Page MenuHomeSoftware Heritage

Add browsing use-cases benchmarks
ClosedPublic

Authored by haltode on Aug 12 2019, 4:43 PM.

Diff Detail

Repository
rDGRPH Compressed graph representation
Branch
benchmark-browsing
Lint
No Linters Available
Unit
No Unit Test Coverage
Build Status
Buildable 7240
Build 10231: tox-on-jenkinsJenkins
Build 10230: arc lint + arc unit

Event Timeline

zack requested changes to this revision.Aug 13 2019, 8:28 AM
zack added inline comments.
docs/api.rst
38

A bit awkward/unclear. Simpler: "avg time needed to traverse an edge", or something such.

java/server/src/main/java/org/softwareheritage/graph/Endpoint.java
59

It's not great to return digested data at this inner level. It'd be best to return raw info here, like the total traversal time (that you already have). And the number of traversed edges. Then, do the avg computation later, when you have to output/use it.

java/server/src/main/java/org/softwareheritage/graph/benchmark/Common.java
42

I haven't checked the code as I'm on my phone, but Statistics sounds like the right place where you want to compute the avg. You should just make sure the raw data needed to do so reach it.

This revision now requires changes to proceed.Aug 13 2019, 8:28 AM
java/server/src/main/java/org/softwareheritage/graph/Endpoint.java
59

The number of traversed edges is already returned implicitly as the size of the result field.

java/server/src/main/java/org/softwareheritage/graph/benchmark/Common.java
42

Right now the Statistics class is a general class to compute stats on double values because AccessEdge does not handle Endpoint.Output but raw timings. I'll try to think about a way to have a more specific endpoint related statistics class/methods.

java/server/src/main/java/org/softwareheritage/graph/Endpoint.java
59

Yes and no, for instance, I suspect there is an off-by-one, due to the difference in returning the number of *nodes* and the number of *edges*. Also, for endpoints that only return the final node (e.g., for the provenance use cases), you will not have anything meaningful on which to call size(). Hence my suggestion to return as some sort of timings (it's not time, but it's still a measure of how much work the endpoint calculation did) the metric of how many edges you've traversed. That can be consumed by downstream users to compute and output average cost.

java/server/src/main/java/org/softwareheritage/graph/Endpoint.java
59

Oh I see, so yes I need to add a new meta info indeed. However I'm not sure what would be the proper way to do so.

I don't want to have yet another wrapper class to return both the result and meta information, especially since meta information are all calculated in Endpoint, and this class was only created to be a wrapper class to do all the higher-level computation around low-level traversal methods.
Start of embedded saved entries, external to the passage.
import type { ReadingWord } from './reading.ts';

/**
 * The English model cannot write ±: it comes out as one of these. Ahead of a number with a percent sign none of them
 * can have been printed as such, so the sign is put back, and the word is a doubt because it was worked out, not read.
 */
const bentPlusMinus = /^[+*£#](?=\.?\d[\d.,]*\s*%?$)/;
/** `c` of kc and mc read as e, behind a number. In trials this was the commonest slip in units, 1 word in 20. */
const bentUnits: Record<string, string> = {
  ke: 'kc',
  me: 'mc',
  'ke.': 'kc.',
  'me.': 'mc.',
  'ke,': 'kc,',
  'me,': 'mc,',
};

const isNumber = (word: ReadingWord | undefined): boolean =>
  word !== undefined && /^[±+-]?\.?\d[\d.,]*$/.test(word.text);
const isPercent = (word: ReadingWord | undefined): boolean => word !== undefined && /^(%|percent|per)/i.test(word.text);

/** Mends what cannot have been printed, by the grammar of units; `raw` keeps what the engine wrote. */
export const repairWords = (words: readonly ReadingWord[]): ReadingWord[] =>
  words.map((word, index) => {
    const text = mended(word.text, words[index - 1], words[index + 1]);
    return text === word.text ? word : { ...word, text };
  });

function mended(text: string, before: ReadingWord | undefined, next: ReadingWord | undefined): string {
  const unit = bentUnits[text];
  if (unit !== undefined && isNumber(before)) return unit;
  const isTolerance = text.endsWith('%') || isPercent(next);
  return isTolerance ? text.replace(bentPlusMinus, '±') : text;
}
  • Add a new meta info nbEdgesAccessed
  • Move utils/ into benchmark/utils/

I ended up using a member variable to count number of edges accessed in the
lower-level class, I find this better than a wrapper class but I'm still open to
other suggestions (or arguments for wrapper class!). ;)

This revision is now accepted and ready to land.Aug 13 2019, 2:48 PM
This revision was landed with ongoing or failed builds.Aug 13 2019, 3:05 PM
This revision was automatically updated to reflect the committed changes.